Kata-kata Elena dimaksudkan untuk menenangkan Turner. Dia menghela napas dalam-dalam dan, setelah menyesap teh lagi, menjawab.

“Ya, aku tahu lebih baik tidak berkonflik dengan mereka. Justru itulah kenapa aku datang ke sini untuk minum teh daripada pergi minum minuman keras—kalau aku mabuk, aku mungkin akan mencari gara-gara dengan bajingan-bajingan itu…”

Dia berbicara dengan muram, lalu meletakkan cangkir tehnya kembali di atas meja dan melanjutkan.

“Kalau dipikir-pikir sekarang… Gregor sebenarnya lebih beruntung. Dia bekerja di Markas Besar Pusat. Atasannya cukup berkuasa sehingga ketika lembaga eksternal datang untuk menyelidiki, mereka tidak perlu menanggung penghinaan seperti ini.”

“Baiklah, baiklah. Cukup sudah. Ini masih jam kerja. Habiskan tehmu dan segera berangkat—kita ada tugas.”

Melihat Turner menggerutu, Elena melambaikan tangannya dengan tidak sabar. Turner mengangkat alisnya.

“Sebuah tugas? Tugas apa?”

“Hanya tugas pengamanan sederhana. Siang ini, Little Viscountess Field mengadakan acara donasi buku amal di museum. Anda bertugas menjaga keamanan secara diam-diam di lokasi—untuk berjaga-jaga.”

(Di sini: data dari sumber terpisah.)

_SUCCINATE = [
    _succinate("A1.1", Fraction(1), "PTS uptake, no air", _four_carbon(PTS), CHENG, "S"),
    _succinate("A1.2", Fraction(4, 3), "glucokinase, no air", _four_carbon(GK), CHENG, "S"),
    _succinate(
        "A1.2",
        Fraction(12, 7),
        "as A1.2 with the oxidative branch open: 2-oxoglutarate to succinate keeps every electron",
        _four_carbon("glucokinase uptake with oxidative branch"),
        "derived by hand: equals the electron limit 24/14",
        "derived by hand",
    ),
    _succinate(
        "A1.2",
        Fraction(12, 7),
        "as A1.2 with the oxidative pentose path, NADPH exchangeable with NADH",
        _four_carbon(f"{PENTOSE} and transhydrogenase"),
        "derived by hand: equals the electron limit 24/14",
        "derived by hand",
    ),
    _succinate(
        "A1.2",
        Fraction(4, 3),
        "as A1.2 with the oxidative pentose path and no exchange: nothing takes the NADPH",
        _four_carbon(PENTOSE),
        "derived by hand: the path must stand still, which leaves A1.2",
        "derived by hand",
    ),
    _succinate(
        "A1.2 xylose",
        Fraction(10, 7),
        "as A1.2 on xylose, NADPH exchangeable with NADH",
        _four_carbon(f"{PENTOSE} and transhydrogenase", f"xylose -> {MIXED}"),
        "derived by hand: equals the electron limit 20/14",
        "derived by hand",
    ),
    _succinate(
        "A1.2 xylose",
        Fraction(10, 9),
        "as A1.2 on xylose, no exchange: 5/3 pyruvate or PEP with 5/3 NADH; of these b become "
        "succinate (2 NADH each) and a acetate (1 NADH made): a + b = 5/3, 5/3 + a = 2 b",
        _four_carbon(PENTOSE, f"xylose -> {MIXED}"),
        "derived by hand",
        "derived by hand",
    ),
    _succinate(
        "A1.3",
        Fraction(6, 5),
        "PTS uptake with glyoxylate shunt, no air, pyruvate oxidised with NADH",
        _four_carbon(f"{PTS} {SHUNT}"),
        CHENG,
        "S",
    ),
    _succinate(
        "A1.3",
        Fraction(7, 5),
        "as A1.3 with pyruvate-formate lyase and formate allowed out",
        WITH_FORMATE,
        "derived by hand: acetyl-CoA 1 = 2 g + e and NADH 2 = 2 - g + 2 e, with g turns of the "
        "shunt and e ethanol; succinate 1 + g",
        "derived by hand",
    ),
    _succinate(
        "A1.4",
        Fraction(12, 7),
        "glucokinase with glyoxylate shunt, no air",
        _four_carbon(f"{GK} {SHUNT}"),
        CHENG,
        "S",
    ),
    *(
        _succinate(
            "A1.5",
            Fraction(1),
            f"{uptake} under air, oxidative branch only, no succinate dehydrogenase",
            _four_carbon(f"{uptake} under air", AIR),
            CHENG,
            "S",
        )
        for uptake in (PTS, GK, f"{PTS} {SHUNT}", f"{GK} {SHUNT}")
    ),
    _succinate(
        "A1.5",
        Fraction(1),
        "PTS uptake, air and the reductive branch, no glyoxylate shunt",
        _four_carbon(PTS, AIR),
        "derived by hand: one phosphoenolpyruvate is left, as in A1.1",
        "derived by hand",
    ),
    _succinate(
        "A1.5",
        Fraction(1),
        "PTS uptake, air and both branches, no glyoxylate shunt",
        replace(_four_carbon("", AIR), knock_outs=("glucokinase", *BOTH_BRANCHES)),
        "derived by hand: each succinate costs one phosphoenolpyruvate, by either branch",
        "derived by hand",
    ),
    _succinate(
        "A1.5",
        Fraction(3, 2),
        "PTS uptake with glyoxylate shunt, air and the reductive branch",
        _four_carbon(f"{PTS} {SHUNT}", AIR),
        "derived by hand: 1 from phosphoenolpyruvate, 1/2 from the acetyl-CoA of the pyruvate",
        "derived by hand",
    ),
    _succinate(
        "A1.5",
        Fraction(12, 7),
        "glucokinase with glyoxylate shunt, air and the reductive branch",
        _four_carbon(f"{GK} {SHUNT}", AIR),
        "derived by hand: the electron limit 24/14, so no oxygen is used",
        "derived by hand",
    ),
    _succinate(
        "A1.5",
        Fraction(12, 7),
        "glucokinase, air and both branches, no glyoxylate shunt",
        replace(
            _four_carbon("", AIR),
            knock_outs=("glucose phosphotransferase system", *BOTH_BRANCHES),
        ),
        "derived by hand: the electron limit 24/14, so no oxygen is used",
        "derived by hand",
    ),
]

Elena menjelaskannya dengan gamblang. Mendengar kata-katanya, Turner mengangguk sambil berpikir.

“Little Viscountess Field? Gadis itu mengorganisir acara seperti itu lagi? Masih penuh energi ya… Sepertinya dia tidak bermalas-malasan akhir-akhir ini~”

Sambil terkekeh, Turner berdiri dari tempat duduknya. Setelah membayar tagihan, dia mengikuti Elena keluar dari kafe dan menuju jalan.

Tanpa disadari oleh keduanya saat mereka pergi, sepasang mata mengawasi punggung mereka dengan intensitas yang tenang.

Di kursi dekat jendela lain di kafe itu duduk seorang gadis muda yang mengenakan setelan jas pria hitam dan topi formal. Meskipun sosok dan wajahnya tampak muda, ia memancarkan aura tenang dan dewasa—sedemikian rupa sehingga sekilas, orang mungkin mengira dia jauh lebih tua. Mata hijau gelapnya mengikuti Turner dan Elena saat mereka keluar. Kemudian, ia menyesap kopinya dengan anggun sebelum mengalihkan pandangan dinginnya ke orang yang duduk di seberangnya.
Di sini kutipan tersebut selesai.